**WORK REQUEST:** Once you find the line containing "in, oil [4]float64" in the data below, copy it and each following line exactly, up to and including the line containing "nodes := f.Displacement.Path()", and nothing else.

BEGIN

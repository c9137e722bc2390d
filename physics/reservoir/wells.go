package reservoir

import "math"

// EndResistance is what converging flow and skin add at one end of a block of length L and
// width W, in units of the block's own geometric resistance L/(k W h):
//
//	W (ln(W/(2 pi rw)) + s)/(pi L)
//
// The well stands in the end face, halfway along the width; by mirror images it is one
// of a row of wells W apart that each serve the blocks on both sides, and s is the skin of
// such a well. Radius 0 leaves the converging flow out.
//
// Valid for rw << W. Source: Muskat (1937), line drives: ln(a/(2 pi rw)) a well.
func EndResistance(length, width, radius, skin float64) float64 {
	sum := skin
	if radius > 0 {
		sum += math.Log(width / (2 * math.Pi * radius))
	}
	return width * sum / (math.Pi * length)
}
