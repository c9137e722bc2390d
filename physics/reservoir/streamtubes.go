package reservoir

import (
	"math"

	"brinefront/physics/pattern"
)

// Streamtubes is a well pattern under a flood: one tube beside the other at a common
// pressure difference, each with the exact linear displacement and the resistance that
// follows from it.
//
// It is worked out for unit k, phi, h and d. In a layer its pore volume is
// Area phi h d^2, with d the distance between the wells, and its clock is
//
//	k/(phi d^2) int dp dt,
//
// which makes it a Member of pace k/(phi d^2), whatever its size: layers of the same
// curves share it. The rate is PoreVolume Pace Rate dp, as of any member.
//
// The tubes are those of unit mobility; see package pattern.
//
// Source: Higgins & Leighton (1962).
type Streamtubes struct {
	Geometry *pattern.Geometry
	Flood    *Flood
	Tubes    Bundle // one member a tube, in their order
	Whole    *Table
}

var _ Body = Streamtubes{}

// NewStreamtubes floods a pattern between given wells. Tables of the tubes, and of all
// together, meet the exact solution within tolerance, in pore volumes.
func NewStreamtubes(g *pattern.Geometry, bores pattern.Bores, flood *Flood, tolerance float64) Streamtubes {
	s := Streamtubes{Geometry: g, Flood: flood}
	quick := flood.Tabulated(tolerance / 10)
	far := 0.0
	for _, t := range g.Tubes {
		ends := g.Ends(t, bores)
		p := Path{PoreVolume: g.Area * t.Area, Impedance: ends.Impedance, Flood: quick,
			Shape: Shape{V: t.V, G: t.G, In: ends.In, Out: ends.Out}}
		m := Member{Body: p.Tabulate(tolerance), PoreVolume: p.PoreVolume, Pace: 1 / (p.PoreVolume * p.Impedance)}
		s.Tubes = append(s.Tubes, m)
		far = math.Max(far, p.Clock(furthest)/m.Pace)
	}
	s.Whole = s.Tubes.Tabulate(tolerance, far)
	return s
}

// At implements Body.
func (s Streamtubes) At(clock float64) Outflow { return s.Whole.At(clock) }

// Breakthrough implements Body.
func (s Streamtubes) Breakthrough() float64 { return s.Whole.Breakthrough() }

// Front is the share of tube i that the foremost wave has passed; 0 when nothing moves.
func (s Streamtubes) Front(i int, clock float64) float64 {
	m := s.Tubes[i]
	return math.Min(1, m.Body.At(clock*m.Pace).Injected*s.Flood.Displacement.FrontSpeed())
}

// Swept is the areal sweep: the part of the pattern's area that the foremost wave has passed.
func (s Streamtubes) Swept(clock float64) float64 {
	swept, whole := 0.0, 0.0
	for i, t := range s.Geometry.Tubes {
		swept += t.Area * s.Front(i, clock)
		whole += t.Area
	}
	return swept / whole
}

END
BEGIN

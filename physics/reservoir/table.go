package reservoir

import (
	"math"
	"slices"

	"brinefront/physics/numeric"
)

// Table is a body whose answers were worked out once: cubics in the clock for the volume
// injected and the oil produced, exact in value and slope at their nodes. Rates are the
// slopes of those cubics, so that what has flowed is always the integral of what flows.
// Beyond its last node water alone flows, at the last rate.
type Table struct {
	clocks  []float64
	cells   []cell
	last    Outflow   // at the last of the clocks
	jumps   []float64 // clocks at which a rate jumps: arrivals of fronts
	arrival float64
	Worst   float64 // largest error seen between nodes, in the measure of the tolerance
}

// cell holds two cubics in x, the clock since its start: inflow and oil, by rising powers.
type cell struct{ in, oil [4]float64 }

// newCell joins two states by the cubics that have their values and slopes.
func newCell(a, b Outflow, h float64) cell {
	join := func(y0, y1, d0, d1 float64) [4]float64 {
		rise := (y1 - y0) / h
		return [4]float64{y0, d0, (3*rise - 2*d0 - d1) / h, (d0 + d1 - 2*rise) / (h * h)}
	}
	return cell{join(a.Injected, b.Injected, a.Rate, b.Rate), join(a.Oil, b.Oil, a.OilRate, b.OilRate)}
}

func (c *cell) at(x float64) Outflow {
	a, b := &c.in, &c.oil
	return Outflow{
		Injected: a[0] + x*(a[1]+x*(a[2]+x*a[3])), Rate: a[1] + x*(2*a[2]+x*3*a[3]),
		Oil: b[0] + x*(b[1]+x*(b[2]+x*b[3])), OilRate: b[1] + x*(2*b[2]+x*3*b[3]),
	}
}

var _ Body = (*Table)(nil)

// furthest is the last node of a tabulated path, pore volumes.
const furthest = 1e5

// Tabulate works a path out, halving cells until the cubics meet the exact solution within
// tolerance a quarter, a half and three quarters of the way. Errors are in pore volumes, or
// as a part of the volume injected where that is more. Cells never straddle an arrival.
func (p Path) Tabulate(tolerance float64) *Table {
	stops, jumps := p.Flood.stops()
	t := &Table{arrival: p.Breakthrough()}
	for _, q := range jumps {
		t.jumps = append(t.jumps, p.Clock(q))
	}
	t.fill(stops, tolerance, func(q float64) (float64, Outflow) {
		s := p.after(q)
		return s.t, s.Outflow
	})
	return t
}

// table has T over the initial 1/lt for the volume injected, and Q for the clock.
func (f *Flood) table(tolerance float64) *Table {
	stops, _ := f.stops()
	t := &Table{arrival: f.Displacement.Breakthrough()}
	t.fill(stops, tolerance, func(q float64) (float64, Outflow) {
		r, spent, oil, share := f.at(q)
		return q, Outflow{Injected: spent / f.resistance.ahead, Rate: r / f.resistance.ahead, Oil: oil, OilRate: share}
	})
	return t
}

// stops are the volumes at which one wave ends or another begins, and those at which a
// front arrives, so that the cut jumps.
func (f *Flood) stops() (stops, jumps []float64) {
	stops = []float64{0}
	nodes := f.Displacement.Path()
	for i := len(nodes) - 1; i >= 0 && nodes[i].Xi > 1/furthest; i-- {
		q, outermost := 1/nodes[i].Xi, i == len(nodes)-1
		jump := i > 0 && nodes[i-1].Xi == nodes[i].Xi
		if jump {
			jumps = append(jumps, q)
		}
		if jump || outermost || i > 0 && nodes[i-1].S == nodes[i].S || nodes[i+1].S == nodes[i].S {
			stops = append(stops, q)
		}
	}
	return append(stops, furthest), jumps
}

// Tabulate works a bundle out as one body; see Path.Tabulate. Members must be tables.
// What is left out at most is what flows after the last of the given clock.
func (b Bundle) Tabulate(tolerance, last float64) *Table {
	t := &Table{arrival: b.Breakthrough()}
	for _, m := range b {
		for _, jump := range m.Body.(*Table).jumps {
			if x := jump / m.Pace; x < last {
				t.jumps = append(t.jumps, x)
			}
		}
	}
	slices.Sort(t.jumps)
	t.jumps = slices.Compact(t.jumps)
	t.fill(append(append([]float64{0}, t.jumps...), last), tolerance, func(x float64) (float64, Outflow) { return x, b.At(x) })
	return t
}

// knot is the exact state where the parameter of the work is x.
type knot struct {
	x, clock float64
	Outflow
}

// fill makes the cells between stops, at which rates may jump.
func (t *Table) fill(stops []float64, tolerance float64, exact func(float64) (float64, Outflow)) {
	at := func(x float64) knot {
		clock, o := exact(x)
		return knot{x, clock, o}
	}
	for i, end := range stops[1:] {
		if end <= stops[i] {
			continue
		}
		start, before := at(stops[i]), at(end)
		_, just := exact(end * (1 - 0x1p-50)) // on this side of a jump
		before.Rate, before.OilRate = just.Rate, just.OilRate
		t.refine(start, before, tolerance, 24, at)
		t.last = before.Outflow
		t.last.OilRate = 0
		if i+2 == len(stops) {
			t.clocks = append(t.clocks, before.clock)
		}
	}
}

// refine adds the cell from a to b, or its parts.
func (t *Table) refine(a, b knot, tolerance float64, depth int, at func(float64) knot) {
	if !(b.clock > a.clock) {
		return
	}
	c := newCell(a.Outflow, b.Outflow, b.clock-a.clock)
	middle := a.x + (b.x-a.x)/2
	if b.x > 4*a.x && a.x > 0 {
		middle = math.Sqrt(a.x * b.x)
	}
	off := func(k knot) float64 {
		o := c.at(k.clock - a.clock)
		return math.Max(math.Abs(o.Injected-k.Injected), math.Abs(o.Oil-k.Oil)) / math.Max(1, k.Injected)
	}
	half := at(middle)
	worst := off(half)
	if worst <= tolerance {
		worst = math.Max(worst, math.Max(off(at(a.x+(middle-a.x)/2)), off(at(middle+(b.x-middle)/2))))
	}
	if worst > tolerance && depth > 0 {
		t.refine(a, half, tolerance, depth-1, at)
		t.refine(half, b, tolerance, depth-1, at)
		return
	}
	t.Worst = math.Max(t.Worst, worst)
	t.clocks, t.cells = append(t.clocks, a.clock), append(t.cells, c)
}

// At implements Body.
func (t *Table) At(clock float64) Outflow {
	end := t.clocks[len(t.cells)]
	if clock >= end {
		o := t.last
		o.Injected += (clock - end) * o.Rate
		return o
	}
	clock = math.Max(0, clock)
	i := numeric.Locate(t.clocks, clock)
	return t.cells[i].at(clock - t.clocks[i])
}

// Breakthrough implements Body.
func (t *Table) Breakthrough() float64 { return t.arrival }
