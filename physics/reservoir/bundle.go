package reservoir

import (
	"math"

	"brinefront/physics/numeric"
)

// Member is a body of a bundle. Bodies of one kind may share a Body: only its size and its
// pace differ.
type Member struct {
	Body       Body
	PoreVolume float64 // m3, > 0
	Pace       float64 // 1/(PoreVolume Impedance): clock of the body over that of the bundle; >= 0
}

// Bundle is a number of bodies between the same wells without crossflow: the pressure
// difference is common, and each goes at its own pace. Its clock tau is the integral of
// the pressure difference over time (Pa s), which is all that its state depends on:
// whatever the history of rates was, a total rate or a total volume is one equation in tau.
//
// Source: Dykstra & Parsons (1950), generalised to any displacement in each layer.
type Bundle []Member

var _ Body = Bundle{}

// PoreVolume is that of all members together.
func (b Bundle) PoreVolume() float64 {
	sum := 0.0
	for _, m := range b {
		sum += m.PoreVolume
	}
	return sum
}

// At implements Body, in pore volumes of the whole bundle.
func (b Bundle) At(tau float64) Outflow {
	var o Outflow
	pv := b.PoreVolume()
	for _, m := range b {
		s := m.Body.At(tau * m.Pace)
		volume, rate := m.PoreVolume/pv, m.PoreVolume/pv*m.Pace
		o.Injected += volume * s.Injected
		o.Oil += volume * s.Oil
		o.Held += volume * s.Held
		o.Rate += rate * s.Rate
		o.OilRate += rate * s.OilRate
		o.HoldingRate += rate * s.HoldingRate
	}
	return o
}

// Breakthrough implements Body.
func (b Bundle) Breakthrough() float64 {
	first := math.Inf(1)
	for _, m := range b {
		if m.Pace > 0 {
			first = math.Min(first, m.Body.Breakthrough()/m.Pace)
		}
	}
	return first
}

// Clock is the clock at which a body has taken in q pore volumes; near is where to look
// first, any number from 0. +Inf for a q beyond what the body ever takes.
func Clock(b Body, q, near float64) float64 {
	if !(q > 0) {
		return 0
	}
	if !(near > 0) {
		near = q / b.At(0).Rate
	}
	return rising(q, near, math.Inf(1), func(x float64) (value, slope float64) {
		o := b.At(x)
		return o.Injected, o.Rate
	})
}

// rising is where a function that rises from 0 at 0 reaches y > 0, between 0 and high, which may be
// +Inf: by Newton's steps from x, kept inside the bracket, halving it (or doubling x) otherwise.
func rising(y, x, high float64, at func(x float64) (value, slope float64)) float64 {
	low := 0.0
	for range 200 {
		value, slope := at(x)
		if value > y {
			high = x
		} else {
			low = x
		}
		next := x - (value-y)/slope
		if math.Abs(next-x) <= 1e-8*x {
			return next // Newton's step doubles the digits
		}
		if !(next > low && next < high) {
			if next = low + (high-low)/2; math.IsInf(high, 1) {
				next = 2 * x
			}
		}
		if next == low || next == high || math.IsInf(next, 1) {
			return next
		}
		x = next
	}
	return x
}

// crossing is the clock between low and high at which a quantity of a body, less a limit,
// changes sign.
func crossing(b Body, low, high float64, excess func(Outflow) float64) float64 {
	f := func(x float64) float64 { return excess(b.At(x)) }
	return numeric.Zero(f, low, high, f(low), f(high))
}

END

**SOLUTION BELOW:**
type cell struct{ in, oil [4]float64 }

// newCell joins two states by the cubics that have their values and slopes.
func newCell(a, b Outflow, h float64) cell {
	join := func(y0, y1, d0, d1 float64) [4]float64 {
		rise := (y1 - y0) / h
		return [4]float64{y0, d0, (3*rise - 2*d0 - d1) / h, (d0 + d1 - 2*rise) / (h * h)}
	}
	return cell{join(a.Injected, b.Injected, a.Rate, b.Rate), join(a.Oil, b.Oil, a.OilRate, b.OilRate)}
}

func (c *cell) at(x float64) Outflow {
	a, b := &c.in, &c.oil
	return Outflow{
		Injected: a[0] + x*(a[1]+x*(a[2]+x*a[3])), Rate: a[1] + x*(2*a[2]+x*3*a[3]),
		Oil: b[0] + x*(b[1]+x*(b[2]+x*b[3])), OilRate: b[1] + x*(2*b[2]+x*3*b[3]),
	}
}

var _ Body = (*Table)(nil)

// furthest is the last node of a tabulated path, pore volumes.
const furthest = 1e5

// Tabulate works a path out, halving cells until the cubics meet the exact solution within
// tolerance a quarter, a half and three quarters of the way. Errors are in pore volumes, or
// as a part of the volume injected where that is more. Cells never straddle an arrival.
func (p Path) Tabulate(tolerance float64) *Table {
	stops, jumps := p.Flood.stops()
	t := &Table{arrival: p.Breakthrough()}
	for _, q := range jumps {
		t.jumps = append(t.jumps, p.Clock(q))
	}
	t.fill(stops, tolerance, func(q float64) (float64, Outflow) {
		s := p.after(q)
		return s.t, s.Outflow
	})
	return t
}

// table has T over the initial 1/lt for the volume injected, and Q for the clock.
func (f *Flood) table(tolerance float64) *Table {
	stops, _ := f.stops()
	t := &Table{arrival: f.Displacement.Breakthrough()}
	t.fill(stops, tolerance, func(q float64) (float64, Outflow) {
		r, spent, oil, share := f.at(q)
		return q, Outflow{Injected: spent / f.resistance.ahead, Rate: r / f.resistance.ahead, Oil: oil, OilRate: share}
	})
	return t
}

// stops are the volumes at which one wave ends or another begins, and those at which a
// front arrives, so that the cut jumps.
func (f *Flood) stops() (stops, jumps []float64) {
	stops = []float64{0}
	nodes := f.Displacement.Path()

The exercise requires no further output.